• Work task:
How many lines of the data contain the string "Kinetics"? Write the number and nothing more.

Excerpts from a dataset
┏━━

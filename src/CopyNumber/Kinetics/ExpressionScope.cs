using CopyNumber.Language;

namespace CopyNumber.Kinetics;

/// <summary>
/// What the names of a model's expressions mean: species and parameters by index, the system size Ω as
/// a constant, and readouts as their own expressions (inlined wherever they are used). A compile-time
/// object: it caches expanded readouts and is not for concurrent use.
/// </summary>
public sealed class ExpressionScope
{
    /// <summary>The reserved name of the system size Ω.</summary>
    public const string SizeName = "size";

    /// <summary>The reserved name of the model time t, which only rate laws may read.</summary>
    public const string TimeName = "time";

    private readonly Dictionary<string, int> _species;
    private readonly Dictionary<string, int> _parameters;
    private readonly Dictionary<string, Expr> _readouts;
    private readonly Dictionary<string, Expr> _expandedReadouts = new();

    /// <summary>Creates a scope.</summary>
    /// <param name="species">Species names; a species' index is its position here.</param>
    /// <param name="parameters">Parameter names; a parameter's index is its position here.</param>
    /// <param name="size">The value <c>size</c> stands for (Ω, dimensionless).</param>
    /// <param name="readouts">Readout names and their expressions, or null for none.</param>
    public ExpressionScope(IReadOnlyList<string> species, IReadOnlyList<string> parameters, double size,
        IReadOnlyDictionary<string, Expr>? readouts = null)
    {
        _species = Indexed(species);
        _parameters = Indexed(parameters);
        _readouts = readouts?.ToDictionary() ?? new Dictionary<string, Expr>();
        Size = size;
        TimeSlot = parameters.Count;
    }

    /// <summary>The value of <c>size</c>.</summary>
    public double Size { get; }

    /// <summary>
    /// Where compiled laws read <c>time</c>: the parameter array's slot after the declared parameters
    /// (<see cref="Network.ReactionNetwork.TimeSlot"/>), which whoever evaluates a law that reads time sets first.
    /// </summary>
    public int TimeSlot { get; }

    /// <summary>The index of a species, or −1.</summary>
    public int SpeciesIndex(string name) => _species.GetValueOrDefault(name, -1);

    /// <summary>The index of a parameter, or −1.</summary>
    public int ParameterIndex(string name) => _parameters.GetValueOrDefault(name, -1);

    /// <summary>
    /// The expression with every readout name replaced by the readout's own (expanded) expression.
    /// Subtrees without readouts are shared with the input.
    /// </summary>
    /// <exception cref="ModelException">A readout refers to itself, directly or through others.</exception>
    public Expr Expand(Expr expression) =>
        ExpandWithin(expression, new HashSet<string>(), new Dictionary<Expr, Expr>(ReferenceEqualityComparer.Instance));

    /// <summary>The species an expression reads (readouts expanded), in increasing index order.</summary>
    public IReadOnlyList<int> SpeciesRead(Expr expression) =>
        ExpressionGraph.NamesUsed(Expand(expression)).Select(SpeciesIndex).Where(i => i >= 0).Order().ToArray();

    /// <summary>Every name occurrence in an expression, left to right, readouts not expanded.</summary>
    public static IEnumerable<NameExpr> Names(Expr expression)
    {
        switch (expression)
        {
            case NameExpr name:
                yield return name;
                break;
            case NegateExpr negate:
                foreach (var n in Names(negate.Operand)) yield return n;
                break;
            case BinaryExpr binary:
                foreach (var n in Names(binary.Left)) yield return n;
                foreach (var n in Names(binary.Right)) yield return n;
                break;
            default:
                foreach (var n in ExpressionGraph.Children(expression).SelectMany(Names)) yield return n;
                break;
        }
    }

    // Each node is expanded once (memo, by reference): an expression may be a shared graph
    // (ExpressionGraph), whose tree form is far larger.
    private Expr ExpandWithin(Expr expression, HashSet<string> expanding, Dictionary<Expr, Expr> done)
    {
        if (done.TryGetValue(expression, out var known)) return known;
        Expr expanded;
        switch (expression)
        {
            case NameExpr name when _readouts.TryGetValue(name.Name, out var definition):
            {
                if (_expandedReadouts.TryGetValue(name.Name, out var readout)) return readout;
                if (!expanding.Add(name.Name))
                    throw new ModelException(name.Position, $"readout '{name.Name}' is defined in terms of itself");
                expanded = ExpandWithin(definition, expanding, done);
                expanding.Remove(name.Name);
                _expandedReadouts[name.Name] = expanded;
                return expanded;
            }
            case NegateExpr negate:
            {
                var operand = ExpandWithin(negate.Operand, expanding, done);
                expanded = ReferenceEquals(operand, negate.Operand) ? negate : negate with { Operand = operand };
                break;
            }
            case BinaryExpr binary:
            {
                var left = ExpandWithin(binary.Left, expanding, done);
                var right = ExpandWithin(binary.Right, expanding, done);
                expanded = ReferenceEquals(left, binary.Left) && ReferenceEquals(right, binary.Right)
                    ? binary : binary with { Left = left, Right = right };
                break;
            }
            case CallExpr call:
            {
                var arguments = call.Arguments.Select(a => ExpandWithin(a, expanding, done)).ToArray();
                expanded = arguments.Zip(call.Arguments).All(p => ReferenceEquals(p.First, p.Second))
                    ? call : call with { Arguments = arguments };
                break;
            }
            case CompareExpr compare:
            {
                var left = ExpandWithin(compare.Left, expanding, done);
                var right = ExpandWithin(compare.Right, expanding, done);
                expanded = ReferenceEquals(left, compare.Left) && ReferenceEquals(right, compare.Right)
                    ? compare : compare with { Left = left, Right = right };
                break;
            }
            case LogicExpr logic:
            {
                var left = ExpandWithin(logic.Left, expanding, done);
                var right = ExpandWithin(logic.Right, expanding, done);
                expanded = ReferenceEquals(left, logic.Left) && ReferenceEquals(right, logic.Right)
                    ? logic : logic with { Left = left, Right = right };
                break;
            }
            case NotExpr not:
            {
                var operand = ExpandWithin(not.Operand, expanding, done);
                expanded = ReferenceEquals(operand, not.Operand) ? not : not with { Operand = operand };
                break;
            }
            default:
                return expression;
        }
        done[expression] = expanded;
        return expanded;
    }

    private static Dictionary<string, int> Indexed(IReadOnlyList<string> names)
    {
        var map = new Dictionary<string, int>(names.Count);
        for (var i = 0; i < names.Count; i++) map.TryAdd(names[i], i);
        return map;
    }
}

┗━━

• Written answer:
2